Can you find your local Polling Place? Do you know it may have changed from last time?
The answers to these questions -- and all your voting needs -- can be found at www.StateDemocracy.org -- the FREE 1-Stop citizen empowerment portal that Delivers Democracy to your Desktop! StateDemocracy is among the Internet’s first (since 2001) and most encompassing civic empowerment tools.
In order to boost voter participation this year, StateDemocracy.org is offering FREE widgets for all 50 states. You can simply download and embed these widgets into your own website so your visitors can register to vote, get an absentee ballot or find their local polling place.
Lobby Congress Via StateDemocracy
StateDemocracy.org also equips you to maintain an active dialog with your state and federal lawmakers once they are elected. And RIGHT NOW is an especially opportune time to contact your U.S. Senators and House Member, as Congress takes up major legislation on such issues as offshore oil drilling, another economic stimulus package and all federal appropriations bills over the next few weeks.

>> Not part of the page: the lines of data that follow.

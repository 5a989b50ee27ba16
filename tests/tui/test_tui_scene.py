"""What the canvas draws, checked without textual: window arithmetic, trays, glyphs, map."""

from __future__ import annotations

import math

import numpy as np

from trayadvisor.engine import field_grid_uT
from trayadvisor.model import Circuit, Conductor, Layout, Tray
from trayadvisor.tui.logic.mapscale import SHADES, STEPS, MapScale, iso_digits, palette
from trayadvisor.tui.logic.scene import FieldMap, build_scene, circuit_tags
from trayadvisor.tui.logic.viewport import Viewport

TRAY = Tray("P1", 0.0, 0.0, 400.0, 100.0)
LAYOUT = Layout(
    "t", 50.0, (TRAY,),
    (Circuit("F1", "ac3", 100.0), Circuit("S1", "ac1", 10.0)),
    (Conductor("F1-L1a", "F1", "L1", 50.0, 20.0, 30.0),
     Conductor("F1-L2a", "F1", "L2", 150.0, 20.0, 30.0),
     Conductor("F1-L3a", "F1", "L3", 250.0, 20.0, 30.0),
     Conductor("S1-L", "S1", "L", 330.0, 20.0, 20.0),
     Conductor("S1-N", "S1", "N", 370.0, 20.0, 20.0)),
)


def test_viewport_cells_and_fit() -> None:
    vp = Viewport(cols=40, rows=10).fitted(TRAY.bounds)
    x0, y0, x1, y1 = vp.bounds_mm
    assert x0 <= 0 and x1 >= 400 and y0 <= 0 and y1 >= 100      # the tray fits
    assert math.isclose((x1 - x0) / vp.cols, (y1 - y0) / vp.px_rows)  # square pixels
    assert vp.cell_of(x0 + 1e-9, y1 - 1e-9) == (0, 0)
    assert vp.cell_of(x1 - 1e-9, y0 + 1e-9) == (39, 9)
    assert math.isclose(vp.zoomed(2).mm_per_col, vp.mm_per_col / 2)
    far = vp.following(5000.0, 50.0)
    assert far.shows(5000.0, 50.0)


def test_tray_outline_and_conductor_glyphs_at_their_cells() -> None:
    vp = Viewport(cols=60, rows=12).fitted(TRAY.bounds, margin=0.1)
    scene = build_scene(LAYOUT, vp, selected="F1-L2a")
    text = ["".join(ch for ch, _ in row) for row in scene.rows]
    c0, c1 = vp.col_of(0.0), vp.col_of(400.0)
    r0, r1 = vp.row_of(100.0), vp.row_of(0.0)
    assert text[r0][c0] == "┌" and text[r0][c1] == "┐"
    assert text[r1][c0] == "└" and text[r1][c1] == "┘"
    assert text[r0][c0 + 1:c0 + 3] == "P1"                    # tray name on its top edge
    tags = circuit_tags(LAYOUT)
    for c in LAYOUT.conductors:
        col, row = vp.cell_of(c.x_mm, c.y_mm)
        glyph = {"L1": "1", "L2": "2", "L3": "3", "L": "L", "N": "n"}[c.phase]
        assert text[row][col] == glyph
        assert text[row][col - 1] == tags[c.circuit]          # room for the circuit tag
    col, row = vp.cell_of(150.0, 20.0)
    assert scene.rows[row][col][1][2] == 2                    # the selection is emphasised
    col, row = vp.cell_of(50.0, 20.0)
    assert scene.rows[row][col][1][2] == 1                    # its circuit underlined
    assert scene.hidden == 0


def test_conductors_sharing_a_cell_are_counted_as_hidden() -> None:
    vp = Viewport(cols=8, rows=4).fitted(TRAY.bounds)
    scene = build_scene(LAYOUT, vp)
    assert scene.hidden > 0


def test_map_cells_follow_the_field_grid() -> None:
    vp = Viewport(cols=30, rows=10).fitted((-300.0, -300.0, 700.0, 400.0))
    grid = field_grid_uT(LAYOUT, vp.bounds_mm, vp.cols, vp.px_rows)
    scale = MapScale.around(float(np.median(grid)))
    colour = build_scene(LAYOUT, vp, fmap=FieldMap(vp.bounds_mm, grid, scale), style="colour")
    # Half blocks: the top pixel of row r is grid row (2*rows - 1 - 2r) (grid row 0 = low y).
    _, key = colour.rows[0][0]
    assert key[0] == "px"
    assert key[1] == int(scale.colour_index(grid[-1, 0]))
    assert key[2] == int(scale.colour_index(grid[-2, 0]))
    shade = build_scene(LAYOUT, vp, fmap=FieldMap(vp.bounds_mm, grid, scale), style="shade")
    glyphs = "".join(ch for row in shade.rows for ch, _ in row)
    assert set(glyphs) & set(SHADES[1:])                       # shading shows
    assert any(ch in "1234" for ch in glyphs)                  # and iso-level digits


def test_map_resampled_for_a_moved_window_is_blank_outside_the_grid() -> None:
    vp = Viewport(cols=20, rows=6).fitted((-100.0, -100.0, 500.0, 200.0))
    grid = field_grid_uT(LAYOUT, vp.bounds_mm, vp.cols, vp.px_rows)
    fmap = FieldMap(vp.bounds_mm, grid, MapScale(2))
    panned = vp.panned(30, 0)                                  # wholly right of the grid
    scene = build_scene(LAYOUT, panned, fmap=fmap, style="colour")
    assert all(key is None or key[0] != "px" for row in scene.rows for _, key in row)


def test_contour_dots_and_peak_marker() -> None:
    vp = Viewport(cols=40, rows=12).fitted((-200.0, -200.0, 600.0, 300.0))
    ring = np.array([[-150.0, y] for y in np.linspace(-150, 250, 50)])
    scene = build_scene(LAYOUT, vp, contour_mm=ring, peak_mm=(-150.0, 50.0))
    col = vp.col_of(-150.0)
    column = [scene.rows[r][col][0] for r in range(vp.rows)]
    assert column.count("·") >= 5 and "×" in column


def test_map_scale_bands_colours_and_legend() -> None:
    s = MapScale.around(2.3)                                   # 2.3 µT in the middle band
    assert s.band(np.array([2.3]))[0] == 2
    e = s.edges_uT
    assert list(s.band(np.array([e[0] * 0.99, e[0], e[3], e[3] * 10]))) == [0, 1, 4, 4]
    idx = s.colour_index(np.geomspace(s.low_uT / 10, s.high_uT * 10, 200))
    assert idx[0] == 0 and idx[-1] == STEPS - 1 and np.all(np.diff(idx) >= 0)
    assert len(palette()) == STEPS
    assert [g for g, _ in s.legend()] == list(reversed(SHADES))
    bands = np.array([[0, 0, 1, 1], [0, 0, 1, 1]])
    assert iso_digits(bands).tolist() == [[0, 1, 0, 0], [0, 1, 0, 0]]
    assert MapScale.around(0.0) == MapScale(2)                 # no field: a fixed scale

As you lobby your elected officials, remember that lawmakers view your constituent input as reflective of scores of other citizens who felt similarly, but didn’t have (or take) the time to share their opinions.
LobbyDelegates.com Further Empowered Grassroots Voices
Over the past 5 months, you may have visited www.LobbyDelegates.com, along with 26,000 other visitors. This latest public interest portal by the StateDemocracy Foundation remained the only online tool enabling rank-and-file Democrats to lobby all 800+ Super Delegates on which candidate to back for the party’s Presidential nomination.
StateDemocracy Foundation Website Users Unite!
Many of you have used our StateDemocracy.org and LobbyDelegates.com tools in recent times, and have hopefully found your experience uplifting and empowering. I encourage all of you to help spread the news about StateDemocracy.org to enable more of our fellow citizens to Connect! Engage! And Empower!
By Anonymous, at 1:29 AM
Well, anonymous, your comment has nothing to do with the post, but I suppose it's a good cause.
Anyway, Fogg, my answer to your question: In some ways yes, in some ways no. And in the ways that matter, I'd say disturbingly not.